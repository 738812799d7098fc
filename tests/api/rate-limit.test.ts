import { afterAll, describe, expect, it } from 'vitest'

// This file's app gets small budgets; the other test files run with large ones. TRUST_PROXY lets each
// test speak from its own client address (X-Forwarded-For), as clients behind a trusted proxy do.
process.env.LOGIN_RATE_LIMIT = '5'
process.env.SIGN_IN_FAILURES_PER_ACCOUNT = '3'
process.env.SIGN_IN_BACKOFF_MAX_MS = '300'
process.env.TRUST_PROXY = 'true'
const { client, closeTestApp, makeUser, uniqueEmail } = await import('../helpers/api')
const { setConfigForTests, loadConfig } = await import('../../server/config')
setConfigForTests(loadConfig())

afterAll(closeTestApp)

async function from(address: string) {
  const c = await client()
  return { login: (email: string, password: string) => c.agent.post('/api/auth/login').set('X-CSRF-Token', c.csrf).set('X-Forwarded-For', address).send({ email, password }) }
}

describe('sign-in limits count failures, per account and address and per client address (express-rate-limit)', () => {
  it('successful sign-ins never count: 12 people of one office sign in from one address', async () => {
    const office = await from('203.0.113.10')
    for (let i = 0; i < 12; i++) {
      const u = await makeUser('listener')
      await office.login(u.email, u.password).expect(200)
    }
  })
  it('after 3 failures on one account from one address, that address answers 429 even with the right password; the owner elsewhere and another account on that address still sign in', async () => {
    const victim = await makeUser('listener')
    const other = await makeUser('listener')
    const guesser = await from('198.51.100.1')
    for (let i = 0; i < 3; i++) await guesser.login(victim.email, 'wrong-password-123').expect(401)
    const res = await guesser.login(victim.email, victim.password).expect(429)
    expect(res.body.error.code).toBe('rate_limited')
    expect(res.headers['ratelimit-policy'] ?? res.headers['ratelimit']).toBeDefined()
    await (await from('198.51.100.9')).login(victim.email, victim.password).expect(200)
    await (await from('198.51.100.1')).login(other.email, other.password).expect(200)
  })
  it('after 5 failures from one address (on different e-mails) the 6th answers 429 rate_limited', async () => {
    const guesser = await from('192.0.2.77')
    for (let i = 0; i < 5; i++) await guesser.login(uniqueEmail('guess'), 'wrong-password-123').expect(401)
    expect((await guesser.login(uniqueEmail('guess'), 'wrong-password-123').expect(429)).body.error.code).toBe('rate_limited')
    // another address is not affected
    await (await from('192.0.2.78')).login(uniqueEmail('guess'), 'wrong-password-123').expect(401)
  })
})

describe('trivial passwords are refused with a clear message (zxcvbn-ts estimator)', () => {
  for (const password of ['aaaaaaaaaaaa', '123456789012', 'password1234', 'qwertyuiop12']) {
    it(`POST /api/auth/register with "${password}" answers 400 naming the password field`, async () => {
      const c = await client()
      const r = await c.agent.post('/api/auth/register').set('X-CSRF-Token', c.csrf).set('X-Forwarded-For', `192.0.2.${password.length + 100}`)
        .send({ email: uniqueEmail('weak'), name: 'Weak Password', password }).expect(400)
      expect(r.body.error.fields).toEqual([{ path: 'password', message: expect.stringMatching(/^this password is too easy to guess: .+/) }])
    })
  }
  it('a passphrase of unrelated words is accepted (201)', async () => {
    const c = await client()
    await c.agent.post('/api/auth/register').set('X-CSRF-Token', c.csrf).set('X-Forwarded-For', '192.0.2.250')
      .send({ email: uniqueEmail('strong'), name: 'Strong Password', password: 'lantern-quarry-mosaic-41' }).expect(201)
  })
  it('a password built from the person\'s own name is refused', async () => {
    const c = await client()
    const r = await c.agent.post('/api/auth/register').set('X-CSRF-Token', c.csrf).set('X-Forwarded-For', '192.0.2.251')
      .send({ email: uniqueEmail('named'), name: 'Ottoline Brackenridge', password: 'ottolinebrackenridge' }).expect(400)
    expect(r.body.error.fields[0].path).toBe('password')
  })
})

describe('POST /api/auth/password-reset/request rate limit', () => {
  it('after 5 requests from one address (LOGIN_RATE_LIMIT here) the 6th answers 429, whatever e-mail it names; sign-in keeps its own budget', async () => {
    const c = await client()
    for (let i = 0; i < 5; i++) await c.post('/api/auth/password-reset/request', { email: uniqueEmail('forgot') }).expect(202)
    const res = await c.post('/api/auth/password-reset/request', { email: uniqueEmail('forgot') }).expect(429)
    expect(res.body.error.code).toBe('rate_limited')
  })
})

-----

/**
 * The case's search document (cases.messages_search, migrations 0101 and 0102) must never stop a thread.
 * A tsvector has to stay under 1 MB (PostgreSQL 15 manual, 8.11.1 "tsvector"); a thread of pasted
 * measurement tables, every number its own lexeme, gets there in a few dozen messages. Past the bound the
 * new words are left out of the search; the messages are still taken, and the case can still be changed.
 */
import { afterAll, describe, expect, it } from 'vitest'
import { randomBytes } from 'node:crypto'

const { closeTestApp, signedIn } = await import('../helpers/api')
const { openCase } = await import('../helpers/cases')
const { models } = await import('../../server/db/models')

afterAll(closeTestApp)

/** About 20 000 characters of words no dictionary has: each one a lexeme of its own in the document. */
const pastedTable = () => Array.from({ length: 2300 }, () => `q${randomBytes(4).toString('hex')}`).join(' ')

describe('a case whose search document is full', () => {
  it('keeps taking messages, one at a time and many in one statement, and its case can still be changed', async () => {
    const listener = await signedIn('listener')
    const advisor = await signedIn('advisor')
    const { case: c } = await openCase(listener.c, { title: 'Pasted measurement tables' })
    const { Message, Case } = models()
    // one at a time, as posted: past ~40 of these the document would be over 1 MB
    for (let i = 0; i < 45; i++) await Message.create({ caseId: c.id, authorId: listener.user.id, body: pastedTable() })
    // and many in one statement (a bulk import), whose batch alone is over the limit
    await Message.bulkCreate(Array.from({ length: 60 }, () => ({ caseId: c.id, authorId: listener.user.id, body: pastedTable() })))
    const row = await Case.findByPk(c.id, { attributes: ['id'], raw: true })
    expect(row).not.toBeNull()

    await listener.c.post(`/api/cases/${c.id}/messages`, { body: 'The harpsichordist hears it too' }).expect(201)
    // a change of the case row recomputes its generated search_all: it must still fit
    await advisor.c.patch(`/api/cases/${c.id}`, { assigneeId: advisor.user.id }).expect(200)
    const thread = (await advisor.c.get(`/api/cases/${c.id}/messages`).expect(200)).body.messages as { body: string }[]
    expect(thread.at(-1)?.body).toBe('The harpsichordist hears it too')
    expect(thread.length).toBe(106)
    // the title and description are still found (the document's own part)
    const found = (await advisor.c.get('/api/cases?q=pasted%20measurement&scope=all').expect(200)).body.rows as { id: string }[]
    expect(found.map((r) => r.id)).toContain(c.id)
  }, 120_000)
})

-----

Activity: Search the preceding listing for "listener" and extract every line where it is found.

Response box:
      const u = await makeUser('listener')
    const victim = await makeUser('listener')
    const other = await makeUser('listener')
    const listener = await signedIn('listener')
    const { case: c } = await openCase(listener.c, { title: 'Pasted measurement tables' })
    for (let i = 0; i < 45; i++) await Message.create({ caseId: c.id, authorId: listener.user.id, body: pastedTable() })
    await Message.bulkCreate(Array.from({ length: 60 }, () => ({ caseId: c.id, authorId: listener.user.id, body: pastedTable() })))
    await listener.c.post(`/api/cases/${c.id}/messages`, { body: 'The harpsichordist hears it too' }).expect(201)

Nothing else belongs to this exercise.